On the screen was a picture of a sitting senator knelt before Onomavwe, his hands clasped in a pleading gesture. ‘Are they not agemates? What rubbish,’ Hassana said.
‘It’s not about age, my dear,’ Mrs Aluko said, ‘it’s about power.’ She sounded like she knew what it meant to wield that magnitude of power.
‘Senator Anaborhi must have offended him,’ Enitan observed. ‘You know he’s planning to run for governor of the state come next elections, he cannot afford to be in Onomavwe’s bad books.’
‘An ex-convict?’ Hassana said.
‘No need to be so self-righteous, we all have our own dirty laundry, including your husband,’ Mrs Aluko replied.
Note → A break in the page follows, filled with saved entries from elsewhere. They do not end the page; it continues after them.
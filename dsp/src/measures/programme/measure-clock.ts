import type { SampleSource } from '../../source/sample-source.js';
import { estimateTone } from '../../tone/estimate-tone.js';
import { fitSine } from '../../tone/fit-sine.js';
import { partNumber, type AlignedPart } from '../shared/align-stimulus.js';

/** A clock that differs more from the file's rate than this is another file's. */
const FURTHEST = 500e-6;
const LOOK_S = 1.5;
/** Beside the edges, so that a place that is known only roughly still lies inside the part. */
const MARGIN_S = 0.15;

/**
 * Reads the player's clock over the recorder's from a part that holds one loud tone.
 *
 * @returns null where the part's middle isn't in the recording or holds no such tone
 */
export async function clockFromTone(source: SampleSource, part: AlignedPart): Promise<number | null> {
  const frequencyHz = partNumber(part, 'frequencyHz');
  if (frequencyHz === null) return null;
  const { sampleRateHz, frameCount } = source;
  const lengthS = Math.min(LOOK_S, part.toS - part.fromS - 2 * MARGIN_S);
  const fromFrame = Math.round(((part.fromS + part.toS - lengthS) / 2) * sampleRateHz);
  const count = Math.round(lengthS * sampleRateHz);
  if (fromFrame < 0 || fromFrame + count > frameCount || count < 1024) return null;
  const channels = await source.read(fromFrame, count);
  for (const samples of channels) {
    const estimate = estimateTone(samples, sampleRateHz, {
      lowHz: frequencyHz * (1 - 2 * FURTHEST) - 2,
      highHz: frequencyHz * (1 + 2 * FURTHEST) + 2,
    });
    if (estimate === null || !(estimate.power > 0)) continue;
    const fit = fitSine(samples, sampleRateHz, estimate.frequencyHz);
    const speed = fit.frequencyHz / frequencyHz;
    const rest =
      samples.reduce((sum, x) => sum + x * x, 0) / samples.length - fit.amplitude ** 2 / 2 - fit.offset ** 2;
    // Most of what is there must be the tone.
    if (Math.abs(speed - 1) <= FURTHEST && rest < fit.amplitude ** 2 / 4) return speed;
  }
  return null;
}
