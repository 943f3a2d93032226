import type { SampleSource } from '../../source/sample-source.js';
import type { AlignedPart } from '../shared/align-stimulus.js';

/** Parts that begin loud after a silence; the others' beginnings can't be seen. */
const LOUD_ONSETS = new Set([
  'tone',
  'level-steps',
  'two-tone',
  'two-tone-steps',
  'multitone',
  'jitter',
  'filter',
]);
/** As far as a beginning is looked for: the silence before a part and the part's own first moments. */
const LOOK_S = 0.12;
const BLOCK_S = 0.001;
const RAMP_S = 0.02;
/** What is loud must stand this far above the quiet, power. */
const LEAST_RISE = 100;

/**
 * Finds by its rise in level where a part really begins.
 *
 * @returns seconds by which it begins later than thought; null where its beginning can't be seen
 */
export async function onsetError(source: SampleSource, part: AlignedPart): Promise<number | null> {
  if (!LOUD_ONSETS.has(part.measure)) return null;
  const { sampleRateHz, frameCount } = source;
  const beginS = part.fromS - RAMP_S;
  const from = Math.round((beginS - LOOK_S) * sampleRateHz);
  const count = Math.round(2 * LOOK_S * sampleRateHz);
  if (from < 0 || from + count > frameCount) return null;
  const channels = await source.read(from, count);
  const blockFrames = Math.max(1, Math.round(BLOCK_S * sampleRateHz));
  const levels = Array.from({ length: Math.floor(count / blockFrames) }, (_, block) =>
    channels.reduce((sum, samples) => sum + meanSquare(samples, block * blockFrames, blockFrames), 0),
  );
  const loud = Math.max(...levels.slice(-10));
  const quiet = Math.min(...levels);
  if (!(loud > LEAST_RISE * quiet)) return null;
  // The ramp passes half of its amplitude in its middle; sums over a millisecond blur a low tone's own wave.
  const rise = levels.findIndex((level) => level > loud / 4);
  return (from + rise * blockFrames) / sampleRateHz - (beginS + RAMP_S / 2);
}

function meanSquare(samples: Float64Array, from: number, count: number): number {
  let sum = 0;
  for (let n = from; n < from + count; n++) sum += samples[n] * samples[n];
  return sum / count;
}
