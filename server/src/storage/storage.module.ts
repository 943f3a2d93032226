import { Global, Injectable, Module, Optional, type OnModuleInit } from '@nestjs/common';
import { DataSource } from 'typeorm';
import { ReadinessRegistry } from '../health/readiness-registry';
import { ENV } from '../config/env.module';
import { createObjectStore } from './create-object-store';
import { EvidenceService } from './evidence.service';
import { ObjectStore } from './object-store';
import { SweepService } from './sweep.service';

/** Opens the store before the first request: a wrong or unmounted one ends the start. */
@Injectable()
class StorageOpener implements OnModuleInit {
  constructor(
    private readonly store: ObjectStore,
    private readonly dataSource: DataSource,
    // The worker answers no health requests and has none.
    @Optional() private readonly readiness?: ReadinessRegistry,
  ) {}

  async onModuleInit(): Promise<void> {
    const known: unknown[] = await this.dataSource.query('SELECT 1 FROM stored_object LIMIT 1');
    await this.store.open(known.length === 0);
    this.readiness?.add('storage', () => this.store.checkReady());
  }
}

@Global()
@Module({
  providers: [
    { provide: ObjectStore, inject: [ENV], useFactory: createObjectStore },
    StorageOpener,
    EvidenceService,
    SweepService,
  ],
  exports: [ObjectStore, EvidenceService, SweepService],
})
export class StorageModule {}
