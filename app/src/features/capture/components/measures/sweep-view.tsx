import { useCallback, useState } from 'react';
import { SlotSelect } from '@/components/sentence/slot';
import type { ChartModel } from '@/components/charts/chart-model';
import { channelName } from '@/lib/capture-words';
import { useTraces } from '../../hooks/use-traces';
import { hasTrace } from '../../model/read-trace';
import type { ReadTrace } from '../../model/read-trace';
import { fittingSpan } from '../../model/response-model';
import type { ResponseSpan } from '../../model/response-model';
import { HARMONIC_TRACES, harmonicsModel, impulseModel, phaseModel } from '../../model/sweep-model';
import type { BodyView } from './body-view';
import { ResponseChart } from './response-chart';
import { SpanSlot } from './span-slot';
import { TraceChart } from './trace-chart';
import { ViewSentence } from './view-sentence';

type Question = 'response' | 'phase' | 'impulse' | 'harmonics';
const QUESTIONS: readonly { value: Question; label: string; trace: string }[] = [
  { value: 'response', label: 'What comes out?', trace: 'response' },
  { value: 'phase', label: 'How is its phase turned?', trace: 'phase' },
  { value: 'impulse', label: 'What becomes of an impulse?', trace: 'impulse' },
  { value: 'harmonics', label: 'What is added?', trace: 'harmonic2' },
];
const RESPONSE = ['response'] as const;

/** A tone that rises through all frequencies: one question at a time. */
export function SweepView({ view }: { view: BodyView }) {
  const { body } = view;
  const [question, setQuestion] = useState<Question>('response');
  const [chosenSpan, setSpan] = useState<ResponseSpan | null>(null);
  const [channel, setChannel] = useState(body.channels[0]?.channel ?? 'left');
  const response = useTraces(body, RESPONSE);
  const span = chosenSpan ?? fittingSpan(response.kind === 'ready' ? response.traces : []);
  const channels = body.channels.filter(({ traces }) => HARMONIC_TRACES.some((name) => name in traces));
  return (
    <>
      <ViewSentence>
        <SlotSelect
          label="Question"
          value={question}
          options={QUESTIONS.filter(({ trace }) => hasTrace(body, trace))}
          onChange={setQuestion}
        />
        {question === 'response' && (
          <>
            {' '}
            Drawn within <SpanSlot value={span} onChange={setSpan} />.
          </>
        )}
        {question === 'harmonics' && channels.length > 1 && (
          <>
            {' '}
            Of the{' '}
            <SlotSelect
              label="Channel"
              value={channel}
              options={channels.map((one) => ({ value: one.channel, label: channelName(one.channel) }))}
              onChange={setChannel}
            />{' '}
            channel.
          </>
        )}
      </ViewSentence>
      {question === 'response' && (
        <ResponseChart view={view} span={span} title="What comes out" sub="level over frequency" />
      )}
      {question === 'phase' && <PhaseOrImpulse view={view} kind="phase" />}
      {question === 'impulse' && <PhaseOrImpulse view={view} kind="impulse" />}
      {question === 'harmonics' && <HarmonicsChart view={view} channel={channel} />}
    </>
  );
}

const CURVES = {
  phase: {
    names: ['phase'],
    model: phaseModel,
    title: 'How its phase is turned',
    sub: 'the delay taken out',
  },
  impulse: {
    names: ['impulse'],
    model: impulseModel,
    title: 'What becomes of an impulse',
    sub: 'about its arrival',
  },
} as const;

function PhaseOrImpulse({ view, kind }: { view: BodyView; kind: keyof typeof CURVES }) {
  const { body } = view;
  const { names, model, title, sub } = CURVES[kind];
  const build = useCallback((traces: readonly ReadTrace[]): ChartModel => model(body, traces), [body, model]);
  return (
    <TraceChart view={view} names={names} build={build} stem={kind} title={title} sub={sub} heightPx={392} />
  );
}

function HarmonicsChart({ view, channel }: { view: BodyView; channel: string }) {
  const build = useCallback((traces: readonly ReadTrace[]) => harmonicsModel(traces, channel), [channel]);
  return (
    <TraceChart
      view={view}
      names={HARMONIC_TRACES}
      build={build}
      stem="harmonics-over-frequency"
      title="What is added"
      sub={`${channelName(channel)}, power mean over twelfths of an octave`}
      heightPx={392}
      emptyWords="No harmonic of this channel lies within the recording’s band."
    />
  );
}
And I thought she must be good friends with Onomavwe.
Hassana bristled and pulled her iPad from the table. Mrs Aluko didn’t bat an eyelid in her direction; she was accustomed to this – putting others in their place.
Saratu, the woman seated opposite me, joined the conversation. Her birth name was Sarah, a Christian from Uromi, Edo state, but together with her husband, they’d both taken to adopting the Arabic versions of their names and dressed only in jalabiyas and kaftans to blend with the Northern sect in power. She wore a hijab, and whenever she was greeted, she responded with ‘as-salamu alaykum’. Political Islam, Soye called it. Beliefs easily traded like wares, attires transformed, tongues twisted, on the altar of power.
‘Did you hear that Hauwa Bintu lost her seat in the Senate?’ Saratu said.
‘It’s all over the news; it’s rather hard to miss it,’ Mrs Aluko drolled. She sounded bored and I wondered what it took to ignite her interest – she’d seen everything.
‘She was the only female senator from the North, you know. That means the women in the senate are less than ten, out of one hundred and nine? That’s poor,’ Enitan said.
‘I’m not sure if that’s a good or bad thing,’ Hassana commented. ‘Wasn’t she accused of corruption? That’s why she lost her seat; she lost it to a young vibrant man from her village.’
‘Haven’t most of them been accused of corruption?’ I said, surprising myself. I hadn’t intended to make a comment.
Hassana stared at me like I’d grown a second head. ‘What do you mean?’
I dusted imaginary lint from my skirt. ‘Let’s be honest. Many House of Assembly members have been accused of corruption, many of whom we know. If we’re going by that, why haven’t they lost their seats? Why is she being held to a different standard than the rest of them? Does being a woman automatically make her an angel? Women can be corrupt too; we’re human beings.’